BEIJING, 5 May 2022:
European business confidence has taken a hit in China due to stringent coronavirus restrictions – with some companies considering shifting current or planned investments to other markets, a new report said today.
The European Chamber surveyed how China’s Covid-19 policy and Russia’s war in Ukraine impacted European businesses in the Asian country.
“The results show both factors are creating severe challenges to European business operations, with logistics suffering the most overall,” the survey found.
Stringent lockdown measures in at least 45 cities imposed to contain the latest coronavirus outbreaks are causing massive uncertainty for businesses in China, said the report.
According to the survey, three-quarters of respondents report the measures had negatively impacted their operations – most acutely on logistics, warehousing, business travel and the ability to conduct face-to-face meetings.
Supply chains have taken a pounding, both upstream and downstream, with 92% of companies being affected by measures like China’s recent port closures, decrease in road freight, and spiralling sea freight costs.

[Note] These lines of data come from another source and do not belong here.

"use client";

import type { ReactNode } from "react";
import { useShown } from "@/components/quantity/quantity";
import { VesselDrawing } from "@/components/vessel/vessel-drawing";
import type { OutletPlace, VesselGeometry } from "@/engine/cases/blowdown-case";
import { measureVessel } from "@/engine/vessel/geometry";

/**
 * A vessel to scale with the figures that follow from it: what it holds, what gas and liquid wet.
 *
 * levelM        of the liquid; undefined where there is none or nobody knows
 * steelMassKg   of the shell, where a wall is in the balance
 */
export function VesselFigure({
  tag,
  geometry,
  levelM,
  outlet,
  steelMassKg,
}: {
  tag: string;
  geometry: VesselGeometry;
  levelM?: number | undefined;
  outlet?: OutletPlace | undefined;
  steelMassKg?: number | undefined;
}) {
  const shown = useShown();
  const { volumeM3, innerAreaM2, below } = measureVessel(geometry);
  const liquid = below && levelM !== undefined ? below(levelM) : undefined;
  const area = (m2: number | undefined) => (m2 === undefined ? "–" : shown("area", m2).text);
  return (
    <figure className="unbroken min-w-0 pb-3 pt-1">
      <VesselDrawing items={[{ tag, geometry, levelM }]} {...(outlet ? { outlet } : {})} />
      <figcaption>
        <dl className="mt-2 flex flex-wrap gap-x-7 gap-y-1.5 border-t pt-2 text-small">
          <Fact term="Holds">{shown("volume", volumeM3).text}</Fact>
          {liquid && levelM !== undefined && levelM > 0 && (
            <Fact term="Liquid">
              {shown("volume", liquid.volumeM3).text}, level {shown("length", levelM, { unit: { SI: "m", US: "ft" } }).text}
            </Fact>
          )}
          {innerAreaM2 !== undefined && (
            <>
              <Fact term={<Key dashed={false}>Gas-wetted wall</Key>}>{area(innerAreaM2 - (liquid?.areaM2 ?? 0))}</Fact>
              {liquid && liquid.areaM2 > 0 && <Fact term={<Key dashed>Liquid-wetted wall</Key>}>{area(liquid.areaM2)}</Fact>}
            </>
          )}
          {steelMassKg !== undefined && <Fact term="Steel">{shown("mass", steelMassKg).text}</Fact>}
        </dl>
      </figcaption>
    </figure>
  );
}

function Fact({ term, children }: { term: ReactNode; children: ReactNode }) {
  return (
    <div className="flex items-baseline gap-2">
      <dt className="text-ink-3">{term}</dt>
      <dd className="font-semibold">{children}</dd>
    </div>
  );
}

/** The stroke that a zone is drawn with, before its name. */
function Key({ dashed, children }: { dashed: boolean; children: ReactNode }) {
  return (
    <>
      <svg width="28" height="8" viewBox="0 0 28 8" aria-hidden="true" className="mr-1.5">
        <path
          d="M0 4h28"
          className="stroke-c-wall"
          strokeWidth={dashed ? 6 : 3.2}
          {...(dashed ? { strokeDasharray: "9 3" } : {})}
        />
      </svg>
      {children}
    </>
  );
}
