import type { z } from "zod";

export type SearchParams = Record<string, string | string[] | undefined>;

/**
 * The part of an address's query that a filter knows and can use. Empty fields of a form, unknown keys and values that fit no filter are
 * left out: a list is shown all the same.
 */
export function filterFrom<S extends z.ZodObject>(schema: S, params: SearchParams): Partial<z.infer<S>> {
  const kept: Record<string, string> = {};
  for (const key of Object.keys(schema.shape)) {
    const value = params[key];
    if (typeof value === "string" && value.trim() !== "" && schema.safeParse({ [key]: value }).success) kept[key] = value;
  }
  const parsed = schema.safeParse(kept);
  return parsed.success ? parsed.data : {};
}

/** An address with those of its query that say something. */
export function withQuery(path: string, query: Record<string, string | number | undefined>): string {
  const given = Object.entries(query).flatMap(([key, value]) =>
    value === undefined || value === "" ? [] : [[key, String(value)]],
  );
  return given.length > 0 ? `${path}?${new URLSearchParams(given).toString()}` : path;
}
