"use client";

import { Button } from "@/components/button/button";
import { ButtonLink } from "@/components/button/button-link";
import { Sheet, SheetBody } from "@/components/shell/sheet";
import { Stop } from "@/components/states/stop";
import { pages } from "@/contracts/paths";

/** A page of the workspace could not be drawn; the strip stays. */
export default function ErrorPage({ error, reset }: { error: Error & { digest?: string }; reset: () => void }) {
  return (
    <Sheet>
      <SheetBody>
        <Stop
          level={1}
          serious
          title="This page could not be drawn"
          action={
            <>
              <Button kind="main" onClick={reset}>
                Try again
              </Button>
              <ButtonLink href={pages.desk} kind="quiet">
                Back to the desk
              </ButtonLink>
            </>
          }
        >
          The fault is ours, not yours. Nothing was changed by it, and what was kept before is still kept.
          {error.digest && (
            <>
              {" "}
              When you report it, give the reference <span className="digest">{error.digest}</span>.
            </>
          )}
        </Stop>
      </SheetBody>
    </Sheet>
  );
}
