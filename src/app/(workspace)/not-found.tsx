import { ButtonLink } from "@/components/button/button-link";
import { Sheet, SheetBody } from "@/components/shell/sheet";
import { Stop } from "@/components/states/stop";
import { pages } from "@/contracts/paths";

/** The strip stays: whoever reads this is signed in. */
export default function NotFound() {
  return (
    <Sheet>
      <SheetBody>
        <Stop
          level={1}
          title="There is nothing at this address"
          action={<ButtonLink href={pages.desk}>Back to the desk</ButtonLink>}
        >
          The record may have another number, or it belongs to a facility that your badge does not open. The administrator of the
          site can add you to it.
        </Stop>
      </SheetBody>
    </Sheet>
  );
}
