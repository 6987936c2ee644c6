import { describe, expect, it } from "vitest";
import { logFilterSchema, screeningFilterSchema } from "@/contracts/requests";
import { filterFrom, withQuery } from "./query";

describe("a filter out of an address", () => {
  it("keeps what it knows and can use", () => {
    expect(filterFrom(screeningFilterSchema, { text: "IS-21", state: "signed", before: "40" })).toMatchObject({
      text: "IS-21",
      state: "signed",
      before: 40,
    });
  });

  it("leaves empty fields, unknown keys and impossible values out", () => {
    expect(
      filterFrom(logFilterSchema, {
        record: " ",
        from: "yesterday",
        badge: ["E-1", "E-2"],
        verify: "now",
        kind: "screening_signed",
      }),
    ).toEqual({
      kind: "screening_signed",
      limit: 50,
    });
  });
});

it("writes an address with what is said only", () => {
  expect(withQuery("/log", { record: "SC-0001", badge: undefined, kind: "", before: 7 })).toBe("/log?record=SC-0001&before=7");
  expect(withQuery("/log", {})).toBe("/log");
});
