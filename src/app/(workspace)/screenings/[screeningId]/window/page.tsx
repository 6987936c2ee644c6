import type { Metadata } from "next";
import { notFound } from "next/navigation";
import { ButtonLink } from "@/components/button/button-link";
import { SheetWithMargin } from "@/components/shell/sheet";
import { EmptyState } from "@/components/states/empty-state";
import { SitePressure } from "@/components/units/units-provider";
import { pages } from "@/contracts/paths";
import { RecordTitleBlock } from "@/features/screening/results/record-title-block";
import { sizingOf } from "@/features/screening/studies/sizing-of";
import { WindowSheet } from "@/features/screening/studies/window-sheet";
import { requireViewer } from "@/server/auth/viewer";
import { getScreening } from "@/server/screenings/read";
import { revisionAsked } from "../revision-asked";

export const metadata: Metadata = { title: "Window of bores" };

type Props = { params: Promise<{ screeningId: string }>; searchParams: Promise<{ rev?: string | string[] }> };

export default async function WindowPage({ params, searchParams }: Props) {
  const viewer = await requireViewer();
  const [{ screeningId }, { rev }] = await Promise.all([params, searchParams]);
  const screening = await getScreening(viewer, screeningId, revisionAsked(rev));
  if (!screening) notFound();
  const titleBlock = <RecordTitleBlock screening={screening} />;
  const back = <ButtonLink href={pages.screening(screeningId, revisionAsked(rev))}>Back to the sheet</ButtonLink>;
  const found = screening.prepared && sizingOf(screening.prepared);
  if (!screening.prepared || !found) {
    return (
      <SheetWithMargin titleBlock={titleBlock} margin={null}>
        <EmptyState title="No bore to look for yet" action={back}>
          Compute a case with an orifice first. A fire case tells which bores are too small, a cold case with a rated steel which
          are too large.
        </EmptyState>
      </SheetWithMargin>
    );
  }
  return (
    <SitePressure barometricPressurePa={screening.prepared.content.barometricPressurePa}>
      <WindowSheet sizing={found.sizing} names={found.names} titleBlock={titleBlock} back={back} />
    </SitePressure>
  );
}
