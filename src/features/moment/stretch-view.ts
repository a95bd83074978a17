import type { Position } from 'geojson';
import type { WalkStretch } from '@/core/approach/walk-stretches';
import { fromLocal, type LatLon } from '@/core/geometry';
import type { Point } from '@/core/ground-types';
import type { StretchView } from './moment-types';

export function positionOf(centre: LatLon, p: Point): Position {
  const { lat, lon } = fromLocal(centre, p);
  return [lon, lat];
}

export function stretchView(
  stretch: WalkStretch,
  place: (p: Point) => Position,
  features: readonly { name: string }[],
): StretchView {
  return {
    from: place(stretch.from),
    to: place(stretch.to),
    startM: stretch.startM,
    endM: stretch.startM + stretch.lengthM,
    chance: stretch.chance,
    driven: stretch.driven,
    worst: stretch.worst === null ? null : (features[stretch.worst]?.name ?? null),
  };
}

/** Less than this is a walk like any other. */
const COSTLY = 0.02;

export interface CostlyRun {
  startM: number;
  endM: number;
  chance: number;
  worst: string | null;
}

/** The costly pieces of a walk, those that follow one another for the same reason as one; the worst first. */
export function costlyRuns(stretches: readonly StretchView[]): CostlyRun[] {
  const runs: CostlyRun[] = [];
  for (const { startM, endM, chance, worst } of stretches) {
    if (chance < COSTLY) continue;
    const last = runs.at(-1);
    if (last && last.worst === worst && Math.abs(last.endM - startM) < 0.5) {
      last.endM = endM;
      last.chance = Math.max(last.chance, chance);
    } else runs.push({ startM, endM, chance, worst });
  }
  return runs.toSorted((a, b) => b.chance - a.chance);
}

/** How thick a piece is drawn: 0 for the least, 1 for a coin's toss of alerting deer or worse. */
export function weightOf(chance: number): number {
  return Math.sqrt(Math.min(1, Math.max(0, chance) / 0.5));
}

“Significantly, as a result of China’s Covid-19 policy, 23% of respondents are now considering shifting current or planned investments out of China to other markets – more than double the number that were considering doing so at the beginning of 2022,” the report said.
It is the highest proportion of Europeans considering shifting out of China in a decade.

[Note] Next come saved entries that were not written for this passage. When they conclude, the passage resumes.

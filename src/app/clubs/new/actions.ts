'use server';

import { createClubSchema } from '@/features/clubs/club-schema';
import { createClub } from '@/features/clubs/create-club';
import { accountAction } from '@/server/doors';

export const createClubAction = accountAction({
  input: createClubSchema,
  run: ({ user, input, now }) => createClub(user, input, now),
});
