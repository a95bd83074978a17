import type { WindowName } from '@/core/condition-types';

export const GROUND_MAP_WORDS = {
  unfolding: 'Unfolding the map',
  noStandsTitle: 'No stands yet',
  noStands: 'Draw a stand first: a moment is looked at from its seat.',
  moment: 'For a moment',
} as const;

export const MOMENT_WINDOWS: Record<WindowName, string> = { morning: 'Morning', evening: 'Evening' };

export const MOMENT_WORDS = {
  stand: 'Stand',
  day: 'Day',
  window: 'Window',
  dayBefore: '‹ Day before',
  dayAfter: 'Day after ›',
  halfHour: (from: string) => `Half hour from ${from || 'the start'}`,
  orChoose: 'Or choose the time',
  failed: 'This moment could not be read',
  again: 'Try again',
  working: 'Working it out',
  noForecastTitle: 'No forecast',
  noForecast: (day: string) => `Scent is not drawn for ${day}: the forecast does not reach it.`,
  legend:
    'Clay shading is where your scent would lie, the deeper the stronger: an index for comparing, no promise. The walk is thicker where it costs more. The dashed line points at the sun.',
} as const;

export const MOMENT_FACT_WORDS = {
  wind: 'Wind',
  scent: 'Scent',
  sun: 'Sun',
  walk: 'Walk in',
  sitters: 'Who sits',
  noWind: 'No forecast reaches this half hour',
  noDirection: 'From no one direction',
  from: (direction: string, degrees: number) => `From ${direction}, ${degrees}°`,
  atSeat: (from: string, speed: string) => `${from}, ${speed} at the seat`,
  winded: (share: string, most: string | null) =>
    `${share} to be winded in this half hour${most ? `, most at ${most}` : ''}`,
  notKnown: 'Not known',
  nobody: 'Nobody has booked this window',
  sits: (who: string, stand: string) => `${who} at ${stand}`,
} as const;

export const MOMENT_SUN_WORDS = {
  night: 'Down: night',
  twilight: (direction: string) => `Down: twilight in the ${direction}`,
  up: (direction: string, degrees: number, inEyes: boolean) =>
    `In the ${direction}, ${degrees}° up${inEyes ? ', in your eyes' : ''}`,
} as const;

export const MOMENT_COST_WORDS = {
  noWay: 'No way in is drawn for this stand.',
  way: (name: string, chance: string) => `${name}: ${chance} to alert deer walking in.`,
  even: 'No piece of it costs more than another.',
  run: (from: string, to: string, chance: string, worst: string | null) =>
    `${from} to ${to} in: ${chance}${worst ? `, at ${worst}` : ''}`,
} as const;

export const MOMENT_ERRORS = { day: 'Choose a day.' } as const;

Some 7% are also considering shifting their investments due to the war in Ukraine, said the survey.
The report findings say that 60% of respondents have decreased their 2022 revenue forecasts.

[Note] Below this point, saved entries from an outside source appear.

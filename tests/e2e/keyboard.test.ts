import type { Browser, Page } from 'playwright-core';
import { afterAll, beforeAll, describe, expect, it } from 'vitest';
import { DESKTOP, keepPicture, launchBrowser, newVisitor, type Visitor } from '../helpers/browser';
import { type ServedApp, serveApp } from '../helpers/serve-app';
import { signInDemo } from '../helpers/sign-in';

let app: ServedApp;
let browser: Browser;
let visitor: Visitor;

beforeAll(async () => {
  app = await serveApp({ seed: true });
  browser = await launchBrowser();
  visitor = await newVisitor(browser, app.url, DESKTOP);
  await signInDemo(visitor.page, 'rufus');
});

afterAll(async () => {
  await browser?.close();
  await app?.stop();
});

/** What has the focus, as a screen reader would name it. */
function focused(page: Page): Promise<string> {
  return page.evaluate(() => {
    const one = document.activeElement;
    if (!(one instanceof HTMLElement)) return '';
    const label = one instanceof HTMLInputElement ? (one.labels?.[0]?.textContent ?? '') : '';
    return (one.getAttribute('aria-label') ?? (label || one.textContent) ?? '').replace(/\s+/g, ' ').trim();
  });
}

/** Presses Tab until the focus stands on what is wanted, at most so many times. */
async function tabTo(page: Page, wanted: RegExp, most = 80): Promise<void> {
  for (let presses = 0; presses < most; presses++) {
    if (wanted.test(await focused(page))) return;
    await page.keyboard.press('Tab');
  }
  throw new Error(`Tab never came to ${wanted}; it stands on "${await focused(page)}"`);
}

/** The Sit screen of a window ten days ahead, which nobody of the demo has booked full. */
async function openFarWindow(page: Page): Promise<void> {
  await page.goto('/clubs/tansy-fork/sit');
  for (let step = 0; step < 12; step++) {
    const free = page.getByRole('button', { name: /^Book / });
    if (step > 3 && (await free.count()) > 0) return;
    const before = page.url();
    await page.getByRole('main').press(']');
    await page.waitForURL((url) => url.href !== before);
    await page.getByRole('heading', { level: 1 }).waitFor();
  }
  throw new Error('No window of the demo has a stand to book.');
}

describe('the main job by keyboard alone', () => {
  it('skips to the page by the first stop of Tab', async () => {
    const { page } = visitor;
    await page.goto('/clubs/tansy-fork/sit');
    await page.keyboard.press('Tab');
    expect(await focused(page)).toBe('Skip to the page');
    await page.keyboard.press('Enter');
    await page.waitForFunction(() => document.activeElement?.id === 'main');
  });

  it('lists its keys at ?, and goes places by them', async () => {
    const { page } = visitor;
    await page.keyboard.press('?');
    const keys = page.getByRole('dialog', { name: 'Keys' });
    await keys.waitFor();
    expect(await keys.getByText('Go to Board').count()).toBe(1);
    await keepPicture(page, 'keys');
    await page.keyboard.press('Escape');
    await keys.waitFor({ state: 'hidden' });
    await page.keyboard.press('g');
    await page.keyboard.press('b');
    await page.waitForURL(/\/board$/);
  });

  it('leaves the keys alone where somebody types, and where they are turned off', async () => {
    const { page } = visitor;
    await page.goto('/clubs/tansy-fork/stands');
    const find = page.getByLabel(/Find a stand/);
    await find.focus();
    await page.keyboard.type('gb?');
    expect(await find.inputValue()).toBe('gb?');
    expect(page.url()).toMatch(/\/stands$/);
    await page.getByRole('button', { name: 'Keys' }).click();
    await page.getByRole('checkbox', { name: 'Use these keys' }).uncheck();
    await page.keyboard.press('Escape');
    await page.getByRole('dialog').waitFor({ state: 'hidden' });
    await page.locator('body').press('?');
    await page.getByRole('button', { name: 'Keys' }).press('Enter');
    const box = page.getByRole('checkbox', { name: 'Use these keys' });
    expect(await page.getByRole('dialog').count()).toBe(1);
    await box.check();
    await page.keyboard.press('Escape');
  });

  it('opens a row, books the stand and cancels the sit', async () => {
    const { page } = visitor;
    await openFarWindow(page);
    await page.keyboard.press('j');
    const row = page.locator('[data-row]').first();
    const name =
      (await row.textContent())
        ?.replace(/^\d+\. /, '')
        .replace(/[▴▾]/g, '')
        .trim() ?? '';
    expect(await focused(page)).toContain(name);
    await page.keyboard.press('Enter');
    expect(await row.getAttribute('aria-expanded')).toBe('true');
    await page.getByRole('heading', { name: 'Why this score' }).first().waitFor();
    await keepPicture(page, 'keyboard-open-row');
    await page.keyboard.press('Enter');
    expect(await row.getAttribute('aria-expanded')).toBe('false');

    await tabTo(page, new RegExp(`^Book ${name}`), 5);
    await page.keyboard.press('Enter');
    const dialog = page.getByRole('dialog', { name: `Book ${name}` });
    await dialog.waitFor();
    await dialog.locator('form[data-ready]').waitFor();
    await tabTo(page, /^Book this sit$/, 40);
    await page.keyboard.press('Enter');
    await dialog.waitFor({ state: 'hidden' });
    await page.getByText(`You sit at ${name}`).waitFor();

    await tabTo(page, /^Change or cancel it$/);
    await page.keyboard.press('Enter');
    await page.waitForURL(/\/my-sits$/);
    await page.getByRole('heading', { level: 1, name: 'My sits' }).waitFor();
    const cancels = page.getByRole('button', { name: new RegExp(`^Cancel ${name}, `) });
    const held = await cancels.count();
    await tabTo(page, new RegExp(`^Cancel ${name}, `));
    await page.keyboard.press('Enter');
    const sure = page.getByRole('dialog', { name: 'Cancel this sit' });
    await sure.waitFor();
    await tabTo(page, /^Cancel the sit$/, 12);
    await page.keyboard.press('Enter');
    await sure.waitFor({ state: 'hidden' });
    await cancels.nth(held - 1).waitFor({ state: 'detached' });
    expect(await cancels.count()).toBe(held - 1);
    expect(visitor.troubles).toEqual([]);
  });
});
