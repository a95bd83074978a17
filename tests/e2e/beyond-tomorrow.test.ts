import type { Browser, Page } from 'playwright-core';
import { afterAll, beforeAll, describe, expect, it } from 'vitest';
import { axeFindings, DESKTOP, keepPicture, launchBrowser, newVisitor, PHONE } from '../helpers/browser';
import { type ServedApp, serveApp } from '../helpers/serve-app';
import { signInDemo } from '../helpers/sign-in';

let app: ServedApp;
let browser: Browser;

beforeAll(async () => {
  app = await serveApp({ seed: true });
  browser = await launchBrowser();
}, 180_000);

afterAll(async () => {
  await browser?.close();
  await app?.stop();
});

const SEASON = '/clubs/tansy-fork/season';

/** Presses the button of the dialog that is open. */
const confirm = (page: Page, name: string) =>
  page.getByRole('alertdialog').or(page.getByRole('dialog')).getByRole('button', { name, exact: true }).click();

async function isFine(page: Page, name: string): Promise<void> {
  const over = await page.evaluate(() => document.documentElement.scrollWidth - window.innerWidth);
  expect(over).toBeLessThanOrEqual(0);
  expect(await axeFindings(page)).toEqual([]);
  await keepPicture(page, name);
}

describe.each([
  ['desktop', DESKTOP],
  ['phone', PHONE],
] as const)('beyond the next sit, on a %s', (size, viewport) => {
  it('finds faults of the ground, leaves one and makes a chore of another; tries a stand; learns from the log', async () => {
    const { page, context, troubles } = await newVisitor(browser, app.url, viewport);
    await signInDemo(page, 'nora');

    await page.goto(`${SEASON}/setup`);
    const open = page.locator('ol > li');
    await open.first().waitFor();
    const count = await open.count();
    expect(count).toBeGreaterThan(4);
    await isFine(page, `setup-${size}`);
    await page.getByRole('button', { name: 'Show them on the map' }).click();
    await page.getByRole('figure').or(page.locator('.leaflet-container')).first().waitFor();
    await open.first().locator('summary').click();
    await page
      .getByRole('button', { name: /^Leave it/ })
      .first()
      .click();
    await confirm(page, 'Leave it');
    await page.getByText('Say why it can stay as it is.').first().waitFor();
    await page.getByLabel('Why it can stay').fill('It dries up by September.');
    await confirm(page, 'Leave it');
    await expect.poll(() => open.count(), { timeout: 20_000 }).toBe(count - 1);
    await page
      .getByText(/left it, .*: It dries up by September/)
      .first()
      .waitFor();
    await open.first().locator('summary').click();
    await page
      .getByRole('button', { name: /^Make a chore/ })
      .first()
      .click();
    await confirm(page, 'Make the chore');
    await expect.poll(() => open.count(), { timeout: 20_000 }).toBe(count - 2);

    await page.goto(`${SEASON}/coverage?trial=W-NW&window=morning`);
    await page.getByText('The trial alone covers').waitFor();
    await isFine(page, `coverage-${size}`);
    await page.getByRole('button', { name: 'Place it on the map' }).click();
    const map = page.locator('.leaflet-container');
    await map.waitFor();
    await map.click({ position: { x: 150, y: 150 } });
    await page.getByText('Where it stands, its seat would be').waitFor();
    expect(page.url()).toMatch(/lat=4\d\.\d+&lon=-7\d\.\d+/);

    await page.goto(`${SEASON}/movement`);
    await page.getByRole('heading', { name: 'Bench Trail' }).waitFor();
    await isFine(page, `movement-${size}`);

    await page.goto(`${SEASON}/learning`);
    await isFine(page, `learning-${size}`);
    await page
      .getByRole('button', { name: /^Apply/ })
      .first()
      .click();
    await confirm(page, 'Apply');
    await page.getByRole('heading', { name: 'Applied and undone' }).waitFor();
    await page.getByRole('button', { name: /^Undo/ }).first().click();
    await confirm(page, 'Undo it');
    await page
      .getByText(/Ended by Nora/)
      .first()
      .waitFor();
    expect(troubles).toEqual([]);
    await context.close();
  }, 120_000);
});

Some 78% of respondents feel China is a less attractive investment destination due to its more stringent Covid-19 restrictions.
“Our members are willing to weather the current storm, but if the current situation continues, they will, of course, increasingly evaluate alternatives to China,” said Jorg Wuttke, president of the EU Chamber of Commerce.
“A more expensive, functioning market is better than one that is relatively cheaper but paralysed.”
Denis Depoux, global managing director of Roland Berger, said the uncertainty caused by the stringent Covid-19 policies impeded the ability of European companies to make sound business decisions in an overall deteriorating economic context due to the Ukraine war impact.
“A clearer crisis exit strategy would help maintain confidence in a European business community still highly committed to Chinese markets.”
Chinese authorities are intensifying travel controls, carrying out mass tests on the population and recommending remote working in large cities like Beijing to curb the latest omicron-fueled wave of coronavirus infections.
The capital registered 42 new confirmed cases of Covid this morning, and another 39 in the afternoon, bringing the total number of infections since the start of the outbreak currently affecting the city to 544.
The figures are worrying enough for local authorities to impose a series of tough measures to prevent infections and reinforce the state’s “zero-Covid” policy after the holidays marking Labour Day on May 1.
Today saw the end of a period of three consecutive days in which residents of the Chaoyang district, the most affected and where embassies and the business district are located, had to take daily nucleic acid tests.
A negative test result no more than 48 hours old is required to enter the few spaces in the city that remain open — restaurants, gyms and other indoor establishments are all closed.
The fact that up to 60 subway stations and several bus routes have been closed in the district has prompted the city government to encourage residents to work from home or use their own means — in many cases bicycles — to get to work.
Meanwhile, the effect of the restrictions is already being shown in declining spending rates, which fell during the May holiday: train travel was down 30.2% year-on-year, and domestic tourism revenues were down 42.9% compared to 2021.
Box offices at movie theatres also fell by 81% and hotel prices by 50% compared to the same period last year, according to official statistics released today.
But the situation is still particularly serious in Shanghai, which remains completely locked down: 261 new cases were reported today, a slight upturn after almost two consecutive weeks of falling infections.
The city has registered more than 580,000 cases in total. Almost 9,000 PCR testing stations have been set up in an effort to control the situation.
Chinese authorities say their “zero-Covid” policy aims to preserve the health of people over 60 years of age who are still not fully vaccinated, amid fears of a possible collapse in hospitals if the measures being implemented are eased.
Apart from Beijing and Shanghai, the wave of infections continues to spread to several areas of the country, with cases of community transmission reported in provinces such as Canton (south), Zhejiang and Henan (centre), where the provincial capital, Zhengzhou, has also imposed travel restrictions until May 10.
In March, China marked two years since it closed its borders to most foreigners, set quarantines of at least two weeks — in state designated hotels — for anyone entering the country, and limited international air traffic to about 2% of pre-pandemic levels.
While that policy will remain for the foreseeable future, there have been some tweaks, as suggested by the fact that Beijing last night updated the rules for entering the city from other countries.
Under the new measures, international passengers wanting to enter Beijing will go from a mandatory 14- or 21-day quarantine in a hotel to a 10-day quarantine followed by seven days at the traveller’s home.
Experts say they will take this measure because of the shorter incubation period required by the omicron variant, which is causing the largest wave of cases in the Asian country since the pandemic began.